Assignment
Please write out exactly the lines of the data below from the line holding "reader = CsvBlockReader(sys.stdin.buffer)" through the line holding "for values, _time", and leave out the rest.

Input data
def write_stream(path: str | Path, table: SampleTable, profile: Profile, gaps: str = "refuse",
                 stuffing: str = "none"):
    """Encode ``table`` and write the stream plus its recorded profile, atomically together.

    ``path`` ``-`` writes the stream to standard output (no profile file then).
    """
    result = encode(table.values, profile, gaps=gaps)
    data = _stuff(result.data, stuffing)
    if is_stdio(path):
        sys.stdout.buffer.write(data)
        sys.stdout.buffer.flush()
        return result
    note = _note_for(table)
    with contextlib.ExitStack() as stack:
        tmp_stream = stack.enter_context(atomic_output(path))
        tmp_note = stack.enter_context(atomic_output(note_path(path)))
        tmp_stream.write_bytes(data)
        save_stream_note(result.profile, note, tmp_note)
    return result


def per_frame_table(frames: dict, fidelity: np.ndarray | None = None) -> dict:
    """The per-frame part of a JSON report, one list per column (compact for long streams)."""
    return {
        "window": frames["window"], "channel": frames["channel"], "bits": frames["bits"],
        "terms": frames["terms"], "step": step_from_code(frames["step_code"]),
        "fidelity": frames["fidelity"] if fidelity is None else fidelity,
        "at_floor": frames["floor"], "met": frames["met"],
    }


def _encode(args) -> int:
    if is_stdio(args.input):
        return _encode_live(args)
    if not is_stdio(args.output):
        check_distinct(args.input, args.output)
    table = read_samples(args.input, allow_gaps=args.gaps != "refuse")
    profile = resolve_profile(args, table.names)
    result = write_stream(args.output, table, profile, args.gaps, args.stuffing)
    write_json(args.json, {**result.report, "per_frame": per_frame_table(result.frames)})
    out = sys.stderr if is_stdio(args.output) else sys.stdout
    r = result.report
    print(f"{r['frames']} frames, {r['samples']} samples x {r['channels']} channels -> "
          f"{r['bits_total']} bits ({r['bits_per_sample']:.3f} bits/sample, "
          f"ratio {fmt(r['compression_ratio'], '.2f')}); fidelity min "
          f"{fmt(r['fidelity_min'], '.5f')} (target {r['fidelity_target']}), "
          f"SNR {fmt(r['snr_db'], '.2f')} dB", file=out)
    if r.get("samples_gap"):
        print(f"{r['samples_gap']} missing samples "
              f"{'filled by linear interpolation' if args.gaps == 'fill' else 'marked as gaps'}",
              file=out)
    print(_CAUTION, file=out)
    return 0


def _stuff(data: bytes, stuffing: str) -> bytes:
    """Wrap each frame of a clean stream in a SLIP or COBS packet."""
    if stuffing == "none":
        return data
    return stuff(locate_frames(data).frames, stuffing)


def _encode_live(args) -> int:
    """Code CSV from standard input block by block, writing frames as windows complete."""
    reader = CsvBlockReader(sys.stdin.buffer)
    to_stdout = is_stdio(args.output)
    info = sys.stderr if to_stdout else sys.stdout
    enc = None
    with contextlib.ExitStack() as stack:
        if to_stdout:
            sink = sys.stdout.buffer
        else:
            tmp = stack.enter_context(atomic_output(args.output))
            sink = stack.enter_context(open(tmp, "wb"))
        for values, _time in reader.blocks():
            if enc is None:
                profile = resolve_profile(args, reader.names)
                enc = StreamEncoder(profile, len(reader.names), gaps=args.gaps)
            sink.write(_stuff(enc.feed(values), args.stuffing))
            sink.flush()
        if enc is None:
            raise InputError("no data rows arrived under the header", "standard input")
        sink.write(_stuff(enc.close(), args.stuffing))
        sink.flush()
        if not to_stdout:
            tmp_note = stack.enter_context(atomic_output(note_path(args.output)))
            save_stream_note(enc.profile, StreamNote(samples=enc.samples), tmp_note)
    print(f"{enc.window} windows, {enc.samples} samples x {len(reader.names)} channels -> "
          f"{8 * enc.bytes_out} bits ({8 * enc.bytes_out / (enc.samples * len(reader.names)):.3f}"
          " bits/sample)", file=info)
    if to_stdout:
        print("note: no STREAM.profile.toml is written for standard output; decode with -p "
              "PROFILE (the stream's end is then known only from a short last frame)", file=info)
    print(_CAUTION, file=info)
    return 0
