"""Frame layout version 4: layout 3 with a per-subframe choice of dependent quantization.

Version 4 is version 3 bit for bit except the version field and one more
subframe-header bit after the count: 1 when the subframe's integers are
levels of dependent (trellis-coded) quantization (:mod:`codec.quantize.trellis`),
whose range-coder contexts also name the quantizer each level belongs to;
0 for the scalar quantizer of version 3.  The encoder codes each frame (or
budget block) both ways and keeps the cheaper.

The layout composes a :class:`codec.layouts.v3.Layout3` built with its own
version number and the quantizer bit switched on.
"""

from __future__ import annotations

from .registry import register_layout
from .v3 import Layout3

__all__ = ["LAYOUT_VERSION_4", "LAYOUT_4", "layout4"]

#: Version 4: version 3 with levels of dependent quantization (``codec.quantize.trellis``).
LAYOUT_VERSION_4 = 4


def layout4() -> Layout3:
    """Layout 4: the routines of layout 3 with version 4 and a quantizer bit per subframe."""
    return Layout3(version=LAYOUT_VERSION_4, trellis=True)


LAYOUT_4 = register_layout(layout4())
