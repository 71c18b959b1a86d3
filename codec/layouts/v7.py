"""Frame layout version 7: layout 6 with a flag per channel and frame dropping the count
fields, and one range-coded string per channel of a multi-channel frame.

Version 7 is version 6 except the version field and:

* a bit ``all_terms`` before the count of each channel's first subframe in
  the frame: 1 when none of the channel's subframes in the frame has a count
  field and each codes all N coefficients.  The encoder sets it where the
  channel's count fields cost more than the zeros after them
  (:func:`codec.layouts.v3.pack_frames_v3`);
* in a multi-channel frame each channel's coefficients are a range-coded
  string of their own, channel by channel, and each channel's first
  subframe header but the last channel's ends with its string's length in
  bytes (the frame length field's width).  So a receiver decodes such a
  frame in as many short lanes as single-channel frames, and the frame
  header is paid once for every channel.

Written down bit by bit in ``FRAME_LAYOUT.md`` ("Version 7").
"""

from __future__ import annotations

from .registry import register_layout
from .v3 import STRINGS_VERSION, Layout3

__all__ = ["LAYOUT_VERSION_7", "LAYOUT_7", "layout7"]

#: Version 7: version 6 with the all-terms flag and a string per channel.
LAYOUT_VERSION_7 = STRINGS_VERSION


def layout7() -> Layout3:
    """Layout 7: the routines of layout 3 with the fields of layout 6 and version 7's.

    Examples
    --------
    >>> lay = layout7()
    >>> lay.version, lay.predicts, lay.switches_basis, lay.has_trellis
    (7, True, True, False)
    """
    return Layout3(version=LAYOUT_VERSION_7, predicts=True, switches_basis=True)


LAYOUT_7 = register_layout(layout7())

Answer area
    reader = CsvBlockReader(sys.stdin.buffer)
    to_stdout = is_stdio(args.output)
    info = sys.stderr if to_stdout else sys.stdout
    enc = None
    with contextlib.ExitStack() as stack:
        if to_stdout:
            sink = sys.stdout.buffer
        else:
            tmp = stack.enter_context(atomic_output(args.output))
            sink = stack.enter_context(open(tmp, "wb"))
        for values, _time in reader.blocks():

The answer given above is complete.